Task prompt :: Beneath this line are the data; copy exactly the part of them that opens with the line containing "Fit ⟨a_r⟩ = −K r. */" and closes with the line containing "number; intercept: number;", and only that part.

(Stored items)
---
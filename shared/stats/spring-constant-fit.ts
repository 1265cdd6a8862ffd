import { linearFit } from './linear-fit';

export interface SpringConstantFit {
  /** Fit ⟨a_r⟩ = −K r. */
  throughOrigin: { springConstant: number; standardError: number; rSquared: number };
  /** Fit ⟨a_r⟩ = −K r + c. */
  withIntercept: { springConstant: number; intercept: number; standardError: number; rSquared: number };
  /** Bins that entered the fit. */
  binsUsed: number;
}

/**
 * Effective spring constant K from binned mean radial acceleration versus
 * distance from the centroid, fitted as ⟨a_r⟩ = −K r by least squares, with
 * and without intercept, each bin weighted by its number of samples (a bin
 * mean's variance falls as 1/count).
 *
 * Method: "Emergent dynamics of laboratory insect swarms" (Scientific
 * Reports 3, 2013), SCIENCE.md; weighted least squares via
 * {@link linearFit}. Check value: a harmonic trap a = −k r gives K = k.
 * Units: K in s⁻², intercept in m/s². Bins with fewer than `minCount`
 * samples or non-finite means are skipped; fewer than 2 bins: NaN.
 */
export function springConstantFit(
  distance: ArrayLike<number>,
  meanRadialAcceleration: ArrayLike<number>,
  counts: ArrayLike<number>,
  minCount = 10,
): SpringConstantFit {
  const w = new Float64Array(counts.length);
  let used = 0;
  for (let i = 0; i < counts.length; i++) {
    w[i] = counts[i] >= minCount && Number.isFinite(meanRadialAcceleration[i]) ? counts[i] : 0;
    if (w[i] > 0) used++;
  }
  const origin = used >= 2 ? linearFit(distance, meanRadialAcceleration, { weights: w, throughOrigin: true }) : undefined;
  const free = used >= 2 ? linearFit(distance, meanRadialAcceleration, { weights: w }) : undefined;
  return {
    throughOrigin: {
      springConstant: origin ? -origin.slope : NaN,
      standardError: origin ? origin.slopeStandardError : NaN,
      rSquared: origin ? origin.rSquared : NaN,
    },
    withIntercept: {
      springConstant: free ? -free.slope : NaN,
      intercept: free ? free.intercept : NaN,
      standardError: free ? free.slopeStandardError : NaN,
      rSquared: free ? free.rSquared : NaN,
    },
    binsUsed: used,
  };
}
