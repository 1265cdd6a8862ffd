/**
 * Expected polarization E[φ] of N independent, uniformly random headings:
 * sqrt(8/(3πN)) in 3D and sqrt(π/(4N)) in 2D — the baseline against which a
 * measured polarization near 0 is judged.
 *
 * Method: derived (SCIENCE.md): Σ of N unit vectors is near-Gaussian with
 * variance N/d per axis, so |Σ| follows a Maxwell (3D) or Rayleigh (2D) law
 * with means sqrt(8N/(3π)) and sqrt(πN/4); divide by N. Exact only as N → ∞.
 * Units: dimensionless. N < 1: NaN.
 */
export function randomHeadingPolarization(n: number, dims: 2 | 3): number {
  if (!(n >= 1)) return NaN;
  return dims === 3 ? Math.sqrt(8 / (3 * Math.PI * n)) : Math.sqrt(Math.PI / (4 * n));
}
---
Task answer ::
  /** Fit ⟨a_r⟩ = −K r. */
  throughOrigin: { springConstant: number; standardError: number; rSquared: number };
  /** Fit ⟨a_r⟩ = −K r + c. */
  withIntercept: { springConstant: number; intercept: number; standardError: number; rSquared: number };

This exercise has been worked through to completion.